Collected data:
##########
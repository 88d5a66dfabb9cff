"""Seeded random networks that both engines can solve, for fuzzing the own solver against ngspice.

Reproducible: case i of a run with seed S is drawn from ``Generator(PCG64(case_seed(S, i)))`` with
``case_seed(S, i) = S·1_000_003 + i``; that one integer (printed with every failure) regenerates the
case alone through ``generate_case``. numpy keeps a seeded Generator's stream fixed for a given numpy
version on every platform (NEP 19); values are rounded to 12 significant figures so a last-bit
difference in the platform's ``pow`` cannot change a netlist. No set is iterated (hash order varies).

Well posed by construction, not by filtering:

* a skeleton of R, L and C branches joins every node to ground, so the network is connected and no
  node is reached through current sources alone (I, G, F go on top of it: no cut set of them);
* inductors and voltage-defined branches (V, E, H) form a forest: a loop of them is singular at DC
  in both engines and is what SPICE cannot bias. Independent V, the 0 V sources that F and H sense,
  and most E and H go in series with a skeleton branch on a new node, which never closes a loop;
* K couples disjoint pairs of inductors with 0 < k < 1 (k near 1 only in the awkward family);
* 0 Hz is asked for only when every node has a DC path (the awkward family breaks this on purpose
  at the port, and says so).

Families shape the skeleton: ``ladder``, ``grid`` (a mesh), ``random`` (a random graph), ``tree``
(a deep tree with one or two links), ``bridge`` (cascaded Wheatstone sections, often with the port
across a bridge). ``awkward`` takes one of those and adds traits that stress the numerics on
purpose; each case's ``caveat`` says what an engine may then legitimately not answer.
"""

from __future__ import annotations

import math
from dataclasses import dataclass, field, replace
from typing import Sequence

import numpy as np

from crosscheck.model.network import GROUND, Element, Network, Port, _UnionFind, make_element, validate

FAMILIES = ("ladder", "grid", "random", "tree", "bridge", "awkward")
#: Each case picks its own family from FAMILIES.
MIXED = "mixed"
TRAITS = ("tank", "wide-values", "high-gain", "tight-coupling", "no-dc-port")
ALL_KINDS = "RLCVIEFGHK"

#: Seeds of the cases of one run: case_seed(S, i) = S * SEED_STRIDE + i (a prime, so runs rarely overlap).
SEED_STRIDE = 1_000_003

#: Centre values: √(L/C) = R, so R, ωL and 1/(ωC) all meet near 1 kΩ at F_CENTRE (as in ``strategies``).
CENTRES = {"R": 1e3, "L": 1e-2, "C": 1e-8}
F_CENTRE = 1.0 / (2.0 * math.pi * math.sqrt(CENTRES["L"] * CENTRES["C"]))
_SOURCE_CENTRES = {"V": 1.0, "I": 1e-3}
#: Gains of dependent sources scale with R so their effect is comparable to the passive network.
_GAIN_CENTRES = {"E": 1.0, "F": 1.0, "G": 1.0 / CENTRES["R"], "H": CENTRES["R"]}
#: Awkward: "values spanning 1e-12 to 1e9" (log10 bounds per kind) and high gains (log10 of |gain|/centre).
_WIDE = {"R": (-3.0, 9.0), "L": (-9.0, 0.0), "C": (-12.0, -3.0)}
_HIGH_GAIN = {"E": (3.0, 6.0), "F": (3.0, 5.0), "G": (3.0, 5.0), "H": (3.0, 6.0)}


_PORT_TRIES = 20
_ILL_CONDITIONED = ("the equations may be too ill-conditioned for double precision at some frequencies (condition "
                    "near 1/ε ≈ 4.5e15 or above), so either engine may refuse a point as singular, take a tiny Z_th "
                    "or Y_N for zero, or differ from the other by as much as the condition allows")
_CAVEATS = {
    "wide-values": "element values span 1e-12 to 1e9",
    "high-gain": "dependent-source gains are 1e3 to 1e6 times their usual size",
    "tank": "a tank resonates within 1e-6 to 1e-2 of a test frequency",
    "tight-coupling": "coupling coefficients lie within 1e-6 to 1e-2 of 1",
    "controlled-port": ("a controlled voltage source (E or H) joins the port's nodes: shorting the port puts it in "
                        "parallel with the short, which is singular, so SPICE's short-circuit run gives no I_N "
                        "(crosscheck's I_N is V_th / Z_th)"),
}
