import itertools
import math
from collections import defaultdict
from collections.abc import Iterable, Iterator
from dataclasses import dataclass, field, fields, replace
from functools import cached_property
from operator import attrgetter
from typing import NamedTuple

import numpy as np

from crosscheck.errors import Location, NetworkError, PortError
from crosscheck.model.graph import UnionFind, connected_parts

GROUND = "0"
GROUND_ALIASES = frozenset({"0", "gnd"})

#: Element kinds by their SPICE letter.
PASSIVE_KINDS = frozenset("RLC")
SOURCE_KINDS = frozenset("VI")
VOLTAGE_CONTROLLED = frozenset("EG")  # control: a node pair
CURRENT_CONTROLLED = frozenset("FH")  # control: the current through a named V element
ALL_KINDS = PASSIVE_KINDS | SOURCE_KINDS | VOLTAGE_CONTROLLED | CURRENT_CONTROLLED | {"K"}

#: Branches whose output is a current: nodes reached only through these have no defined voltage.
CURRENT_OUTPUT_KINDS = frozenset("IGF")


def canonical_node(name: str) -> str:
    """Node names compare case-insensitively; ``gnd`` is ground."""
    n = str(name).strip().lower()
    return GROUND if n in GROUND_ALIASES else n


@dataclass(frozen=True)
class Element:
    """One element as SPICE defines it.

    ``nodes`` is ``(n+, n-)`` for every kind but K, plus ``(nc+, nc-)`` for E and G.
    ``value`` is ohms (R), henries (L), farads (C), gain (E, F), siemens (G),
    ohms (H) or the coupling coefficient (K); unused (0.0) for V and I, whose
    phasor is ``ac_mag`` at ``ac_phase_deg`` degrees.
    ``control`` names the V element whose current controls F and H.
    ``coupled`` names the two inductors of a K element; the dot of each
    inductor is on its first node, as in SPICE.
    """

    name: str
    kind: str
    nodes: tuple[str, ...]
    value: float = 0.0
    ac_mag: float = 0.0
    ac_phase_deg: float = 0.0
    control: str | None = None
    coupled: tuple[str, str] | None = None
    where: Location | None = field(default=None, compare=False, repr=False)

    @property
    def terminals(self) -> tuple[str, str]:
        """The two nodes the element's own branch connects (its output for controlled sources)."""
        return (self.nodes[0], self.nodes[1])

    @property
    def phasor(self) -> complex:
        """The AC phasor of an independent source, as written (peak or RMS is the case's convention)."""
        return self.ac_mag * complex(
            math.cos(math.radians(self.ac_phase_deg)), math.sin(math.radians(self.ac_phase_deg))
        )

    @property
    def is_short(self) -> bool:
        """R = 0 is an ideal short: a zero-volt branch, never a tiny resistor."""
        return self.kind == "R" and self.value == 0.0


@dataclass(frozen=True)
class Port:
    """The two terminals at which the equivalent is taken: V_th = V(a) - V(b)."""

    a: str
    b: str

    def __post_init__(self) -> None:
        object.__setattr__(self, "a", canonical_node(self.a))
        object.__setattr__(self, "b", canonical_node(self.b))

    def __iter__(self) -> Iterator[str]:
        return iter((self.a, self.b))


class _Topology(NamedTuple):
    """Every node of every element as an index into ``nodes`` (ground: -1), found in one pass."""

    nodes: tuple[str, ...]
    positions: dict[str, int]
    ids: np.ndarray  # the nodes of all elements, concatenated in element order
    starts: np.ndarray  # where each element's nodes begin in ``ids``
    counts: np.ndarray  # how many nodes each element has


class ElementArrays(NamedTuple):
    """The elements as columns, for checks and stamps done by numpy instead of one Python call per element."""

    kind: np.ndarray  # the kind letter's code point (``ord``); 0 for a kind that is not one character
    value: np.ndarray
    a: np.ndarray  # the first terminal's index in ``Network.nodes``; -1 is ground (and both terminals of K)
    b: np.ndarray  # the second terminal's index

    def of_kind(self, kinds: Iterable[str]) -> np.ndarray:
        """True for each element whose kind is one of ``kinds`` (letters)."""
        mask = np.zeros(len(self.kind), dtype=bool)
        for k in kinds:
            mask |= self.kind == ord(k)
        return mask


@dataclass(frozen=True)
class Network:
    """An immutable linear AC network: a title and its elements in netlist order.

    What is derived from the elements (nodes, their indices, the connected parts) is computed once
    per Network, on first use, and kept in the instance ``__dict__``; the fields never change, so
    it never goes stale. ``dataclasses.replace`` builds a new Network with nothing cached, and a
    pickle carries the fields only (the caches are rebuilt where it is loaded).
    """

    title: str
    elements: tuple[Element, ...]
    allow_negative: bool = field(default=False, compare=False)

    def __getstate__(self) -> dict:
        return {f.name: self.__dict__[f.name] for f in fields(self)}

    @cached_property
    def _topology(self) -> _Topology:
        per_element = list(map(attrgetter("nodes"), self.elements))
        counts = np.fromiter(map(len, per_element), np.intp, len(per_element))
        # One dictionary look-up per node occurrence: a node not seen before takes the next index.
        table: defaultdict[str, int] = defaultdict(itertools.count().__next__)
        table[GROUND] = -1
        ids = np.fromiter(
            map(table.__getitem__, itertools.chain.from_iterable(per_element)), np.intp, int(counts.sum())
        )
        del table[GROUND]
        table.default_factory = None  # from here on a plain mapping: a node it lacks raises KeyError
        index: dict[str, int] = table
        return _Topology(tuple(index), index, ids, np.cumsum(counts) - counts, counts)

    @cached_property
    def nodes(self) -> tuple[str, ...]:
        """Every non-ground node, in order of first appearance."""
        return self._topology.nodes

    @cached_property
    def node_index(self) -> dict[str, int]:
        """Each non-ground node's position in ``nodes``. Shared by every user: read it, never change it."""
        return self._topology.positions

    @cached_property
    def element_arrays(self) -> ElementArrays:
        """Kind, value and terminal indices of every element as numpy arrays (see ``ElementArrays``)."""
        elements = self.elements
        kinds = list(map(attrgetter("kind"), elements))
        kind = np.frombuffer("".join(kinds).encode("utf-32-le"), dtype=np.uint32)
        if len(kind) != len(elements):  # a kind of more than one letter (validate refuses it)
            kind = np.array([ord(k) if len(k) == 1 else 0 for k in kinds], dtype=np.uint32)
        value = np.fromiter(map(attrgetter("value"), elements), float, len(elements))
        top = self._topology
        two_terminal = kind != ord("K")
        short = two_terminal & (top.counts < 2)
        if short.any():
            e = elements[int(np.flatnonzero(short)[0])]
            raise IndexError(f"{e.name} has {len(e.nodes)} node(s); a {e.kind} element needs two terminals")
        a = np.full(len(elements), -1, dtype=np.intp)
        b = a.copy()
        a[two_terminal] = top.ids[top.starts[two_terminal]]
        b[two_terminal] = top.ids[top.starts[two_terminal] + 1]
        return ElementArrays(kind, value, a, b)

    @cached_property
    def _every_part(self) -> np.ndarray:
        """The connected part of each node (ground last) through every branch, current sources included."""
        return _parts(self, self.element_arrays.kind != ord("K"))[1]

    @cached_property
    def _conducting_part(self) -> np.ndarray:
        """The connected part of each node (ground last) through branches that fix a voltage relation."""
        arrays = self.element_arrays
        return _parts(self, ~arrays.of_kind(CURRENT_OUTPUT_KINDS | {"K"}))[1]

    @cached_property
    def _well_posed(self) -> bool:
        """Element values, references and voltage-source loops: checked once, as they depend on nothing else."""
        _check_elements(self)
        _check_references(self)
        _check_voltage_loops(self)
        return True

    def element(self, name: str) -> Element:
        """The element called ``name`` (case-insensitive)."""
        key = name.lower()
        for e in self.elements:
            if e.name == key:
                return e
        raise KeyError(name)

    def by_kind(self, kinds: str | Iterable[str]) -> tuple[Element, ...]:
        kinds = set(kinds)
        return tuple(e for e in self.elements if e.kind in kinds)

    def has_node(self, name: str) -> bool:
        n = canonical_node(name)
        return n == GROUND or n in self.node_index

    def with_elements(self, elements: Iterable[Element]) -> Network:
        return replace(self, elements=tuple(elements))

    def zero_sources(self) -> Network:
        """The same network with every independent source set to zero (dependent ones stay)."""
        return self.with_elements(replace(e, ac_mag=0.0) if e.kind in SOURCE_KINDS else e for e in self.elements)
##########
Work to complete:
Write out every line from the data above that includes "Iterator".

Task result:
from collections.abc import Iterable, Iterator
    def __iter__(self) -> Iterator[str]:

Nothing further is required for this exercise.